▸ **AIM OF THE EXERCISE**: Please restate the material below word for word, from the first line through the one that contains "else [l, ca, cb]", inclusive.
━━━ DATA PROVIDED
/**
 * Generated scenes: a sky gradient above a ground band, with a few discs, colours drawn around
 * fixed hues; `cast` maps each (a*, b*) as a colour cast would (our own test data).
 */
async function writeScenes(folder: string, count: number, seed: number, cast?: (a: number, b: number) => [number, number]): Promise<void> {
  await mkdir(folder, { recursive: true });
  const rng = new Random(seed);
  const w = 96;
  const h = 64;
  for (let k = 0; k < count; k++) {
    const L = new Float32Array(w * h);
    const a = new Float32Array(w * h);
    const b = new Float32Array(w * h);
    const horizon = Math.round(h * rng.uniform(0.35, 0.65));
    const discs = Array.from({ length: 3 }, () => ({
      x: rng.uniform(0, w),
      y: rng.uniform(0, h),
      r: rng.uniform(6, 16),
      L: rng.uniform(30, 80),
      a: rng.uniform(-40, 60),
      b: rng.uniform(-30, 60),
    }));
    for (let y = 0; y < h; y++) {
      for (let x = 0; x < w; x++) {
        const i = y * w + x;
        let l: number, ca: number, cb: number;
        if (y < horizon)
          [l, ca, cb] = [85 - (30 * y) / horizon, -5, -35 + (15 * y) / horizon]; // sky
        else [l, ca, cb] = [35 + 10 * Math.sin(x / 5), -30, 35]; // grass
        for (const d of discs) if ((x - d.x) ** 2 + (y - d.y) ** 2 < d.r ** 2) [l, ca, cb] = [d.L, d.a, d.b];
        if (cast) [ca, cb] = cast(ca, cb);
        L[i] = l;
        a[i] = ca;
        b[i] = cb;
      }
    }
    const rgb = labToSrgb({ L, a, b }, new Uint8Array(w * h * 3), 3);
    await sharp(Buffer.from(rgb), { raw: { width: w, height: h, channels: 3 } })
      .png()
      .toFile(join(folder, `scene-${seed}-${k}.png`));
  }
}

async function weightsOf(
  out: string,
): Promise<{ weights: Float32Array[]; trainer: { moments: { m: Float32Array; v: Float32Array }[] }; step: number }> {
  return (await loadCheckpoint(join(out, CHECKPOINT_FILE))) as never;
}

describe('fit: resume', () => {
  it('a network reading the backbone resumes bit for bit too, and its folder loads with the backbone', async () => {
    const photos = join(dir, 'scenes-backbone');
    await writeScenes(photos, 6, 13);
    const base = { ...TINY, backbone: DEFAULT_MODEL_DIR, photos: [photos], seed: 4, learningRate: 3e-3 };
    await fit({ ...base, out: join(dir, 'bb-whole'), steps: 4 });
    await fit({ ...base, out: join(dir, 'bb-split'), steps: 2 });
    await fit({ ...base, out: join(dir, 'bb-split'), steps: 4, resume: true });
    const whole = await weightsOf(join(dir, 'bb-whole'));
    const split = await weightsOf(join(dir, 'bb-split'));
    expect(split.weights.map((w) => Array.from(w))).toEqual(whole.weights.map((w) => Array.from(w)));
    const model = await loadModel(join(dir, 'bb-split'));
    expect(model.backbone).toBeDefined();
    expect(model.meta.pooling).toBeDefined();
    expect(model.network.inputs.length).toBe(4);
    model.network.dispose();
  }, 120_000);

  it('an interrupted and resumed run reaches the same weights as an uninterrupted one, bit for bit', async () => {
    const photos = join(dir, 'scenes');
    await writeScenes(photos, 8, 11);
    const base = { ...TINY, photos: [photos], seed: 3, learningRate: 3e-3 };

    const whole = await fit({ ...base, out: join(dir, 'whole'), steps: 6 });
    expect(whole.steps).toBe(6);
    expect(whole.stoppedBy).toBe('steps');

    // Interrupted by its step budget after 3 steps, then resumed to 6.
    const first = await fit({ ...base, out: join(dir, 'split'), steps: 3 });
    expect(first.steps).toBe(3);
    const midway = await weightsOf(join(dir, 'split'));
    const resumed = await fit({ ...base, out: join(dir, 'split'), steps: 6, resume: true });
    expect(resumed.steps).toBe(6);

    // Interrupted by a signal (as Ctrl-C does) after 2 steps, then resumed.
    const controller = new AbortController();
    const stopped = await fit({ ...base, out: join(dir, 'signal'), steps: 6, signal: controller.signal }, (e) => {
      if (e.type === 'step' && e.step === 2) controller.abort();
    });
    expect(stopped.stoppedBy).toBe('interrupted');
    expect(stopped.steps).toBe(2);
    await fit({ ...base, out: join(dir, 'signal'), steps: 6, resume: true });

    const a = await weightsOf(join(dir, 'whole'));
    for (const other of ['split', 'signal']) {
      const b = await weightsOf(join(dir, other));
      expect(b.step).toBe(6);
      expect(b.weights.length).toBe(a.weights.length);
      b.weights.forEach((w, i) => expect(Buffer.from(w.buffer).equals(Buffer.from(a.weights[i]!.buffer))).toBe(true));
      b.trainer.moments.forEach((m, i) => expect(Buffer.from(m.v.buffer).equals(Buffer.from(a.trainer.moments[i]!.v.buffer))).toBe(true));
    }
    // The weights did change after step 3 (so the comparison means something).
    expect(a.weights.some((w, i) => !Buffer.from(w.buffer).equals(Buffer.from(midway.weights[i]!.buffer)))).toBe(true);

    // The log has one line per evaluation (steps 2, 4, 6), also after a resume (no duplicates).
    const log = await readTrainingLog(join(dir, 'whole'));
    expect(log.map((e) => e.step)).toEqual([2, 4, 6]);
    // Each line carries the hue figures too (the generated scenes have clearly coloured sky and grass).
    for (const e of log) {
      expect(e.rightHue).toBeGreaterThanOrEqual(0);
      expect(e.falseColour).toBeGreaterThanOrEqual(0);
      expect(e.leftGrey).toBeGreaterThanOrEqual(0);
    }
    expect((await readTrainingLog(join(dir, 'split'))).map((e) => e.step)).toEqual([2, 3, 4, 6]);
    const files = await readdir(join(dir, 'whole'));
    for (const f of [CHECKPOINT_FILE, TRAINING_LOG_FILE, SUMMARY_FILE, 'model.json']) expect(files).toContain(f);
    const summary = JSON.parse(await readFile(join(dir, 'whole', SUMMARY_FILE), 'utf8'));
    expect(summary.heldOut.grey.ciede2000).toBeGreaterThan(0);
  });

  it('--average-over saves the running average of the weights, which a resumed run continues bit for bit', async () => {
    const photos = join(dir, 'scenes');
    await writeScenes(photos, 8, 11);
    const base = { ...TINY, photos: [photos], seed: 3, learningRate: 3e-3 };
    const last = await fit({ ...base, out: join(dir, 'avg-last'), steps: 4 });
    const averaged = await fit({ ...base, out: join(dir, 'avg-whole'), steps: 4, averageOver: 3 });
    await fit({ ...base, out: join(dir, 'avg-split'), steps: 2, averageOver: 3 });
    const resumed = await fit({ ...base, out: join(dir, 'avg-split'), steps: 4, resume: true });
    expect(resumed.options.averageOver).toBe(3);
    expect(last.options.averageOver).toBe(0);

    // The optimiser's own weights are those of the run without averaging: averaging only reads them.
    const plain = await weightsOf(join(dir, 'avg-last'));
    const whole = await weightsOf(join(dir, 'avg-whole'));
    const split = await weightsOf(join(dir, 'avg-split'));
    whole.weights.forEach((w, i) => expect(Buffer.from(w.buffer).equals(Buffer.from(plain.weights[i]!.buffer))).toBe(true));
    split.weights.forEach((w, i) => expect(Buffer.from(w.buffer).equals(Buffer.from(whole.weights[i]!.buffer))).toBe(true));
    const saved = async (name: string) => {
      const model = await loadModel(join(dir, name));
      const values = model.network.getWeights().map((w) => w.dataSync() as Float32Array);
      model.network.dispose();
      return values;
    };
    const [savedLast, savedWhole, savedSplit] = [await saved('avg-last'), await saved('avg-whole'), await saved('avg-split')];
    savedSplit.forEach((w, i) => expect(Buffer.from(w.buffer).equals(Buffer.from(savedWhole[i]!.buffer))).toBe(true));
    // The saved model is the checkpoint's average of 4 steps, not the last weights (which the run without averaging saved).
    const average = (
      (await loadCheckpoint(join(dir, 'avg-whole', CHECKPOINT_FILE))) as { average: { values: Float32Array[]; updates: number } }
    ).average;
    expect(average.updates).toBe(4);
    savedWhole.forEach((w, i) => expect(Buffer.from(w.buffer).equals(Buffer.from(average.values[i]!.buffer))).toBe(true));
    savedLast.forEach((w, i) => expect(Buffer.from(w.buffer).equals(Buffer.from(whole.weights[i]!.buffer))).toBe(true));
    expect(savedWhole.some((w, i) => !Buffer.from(w.buffer).equals(Buffer.from(savedLast[i]!.buffer)))).toBe(true);
    expect(averaged.heldOut.after.ciede2000).toBeGreaterThan(0);
  });

  it('a learning rate given on resume applies from the next step and is recorded', async () => {
    const photos = join(dir, 'scenes');
    const base = { ...TINY, photos: [photos], seed: 3, learningRate: 3e-3, evalEvery: 100 };
    await fit({ ...base, out: join(dir, 'same'), steps: 4 });
    await fit({ ...base, out: join(dir, 'lower'), steps: 2 });
    const result = await fit({ ...base, out: join(dir, 'lower'), steps: 4, resume: true, learningRate: 1e-4 });
    expect(result.options.learningRate).toBe(1e-4);
    expect(result.options.learningRateChanges).toEqual([{ step: 2, learningRate: 1e-4 }]);
    const lower = (await loadCheckpoint(join(dir, 'lower', CHECKPOINT_FILE))) as {
      trainer: { learningRate: number };
      weights: Float32Array[];
    };
    expect(lower.trainer.learningRate).toBe(1e-4);
    const same = await weightsOf(join(dir, 'same'));
    expect(lower.weights.some((w, i) => !Buffer.from(w.buffer).equals(Buffer.from(same.weights[i]!.buffer)))).toBe(true);
  });

  it('refuses to start over an existing run without --resume, and to resume where there is none', async () => {
    const photos = join(dir, 'scenes');
    await expect(fit({ ...TINY, photos: [photos], out: join(dir, 'whole'), steps: 1 })).rejects.toMatchObject({ code: 'KH_USAGE' });
    await expect(fit({ ...TINY, photos: [photos], out: join(dir, 'none'), steps: 1, resume: true })).rejects.toMatchObject({
      code: 'KH_UNREADABLE',
    });
  });

  it('writes no model for bad data', async () => {
    const empty = join(dir, 'empty');
    await mkdir(empty, { recursive: true });
    const out = join(dir, 'bad-out');
    await expect(fit({ ...TINY, photos: [empty], out, steps: 1 })).rejects.toMatchObject({ code: 'KH_BAD_DATA' });
    await expect(stat(out)).rejects.toMatchObject({ code: 'ENOENT' });
  });
});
━━━━━━
▸ **RESPONSE TO THIS EXERCISE**:
/**
 * Generated scenes: a sky gradient above a ground band, with a few discs, colours drawn around
 * fixed hues; `cast` maps each (a*, b*) as a colour cast would (our own test data).
 */
async function writeScenes(folder: string, count: number, seed: number, cast?: (a: number, b: number) => [number, number]): Promise<void> {
  await mkdir(folder, { recursive: true });
  const rng = new Random(seed);
  const w = 96;
  const h = 64;
  for (let k = 0; k < count; k++) {
    const L = new Float32Array(w * h);
    const a = new Float32Array(w * h);
    const b = new Float32Array(w * h);
    const horizon = Math.round(h * rng.uniform(0.35, 0.65));
    const discs = Array.from({ length: 3 }, () => ({
      x: rng.uniform(0, w),
      y: rng.uniform(0, h),
      r: rng.uniform(6, 16),
      L: rng.uniform(30, 80),
      a: rng.uniform(-40, 60),
      b: rng.uniform(-30, 60),
    }));
    for (let y = 0; y < h; y++) {
      for (let x = 0; x < w; x++) {
        const i = y * w + x;
        let l: number, ca: number, cb: number;
        if (y < horizon)
          [l, ca, cb] = [85 - (30 * y) / horizon, -5, -35 + (15 * y) / horizon]; // sky
        else [l, ca, cb] = [35 + 10 * Math.sin(x / 5), -30, 35]; // grass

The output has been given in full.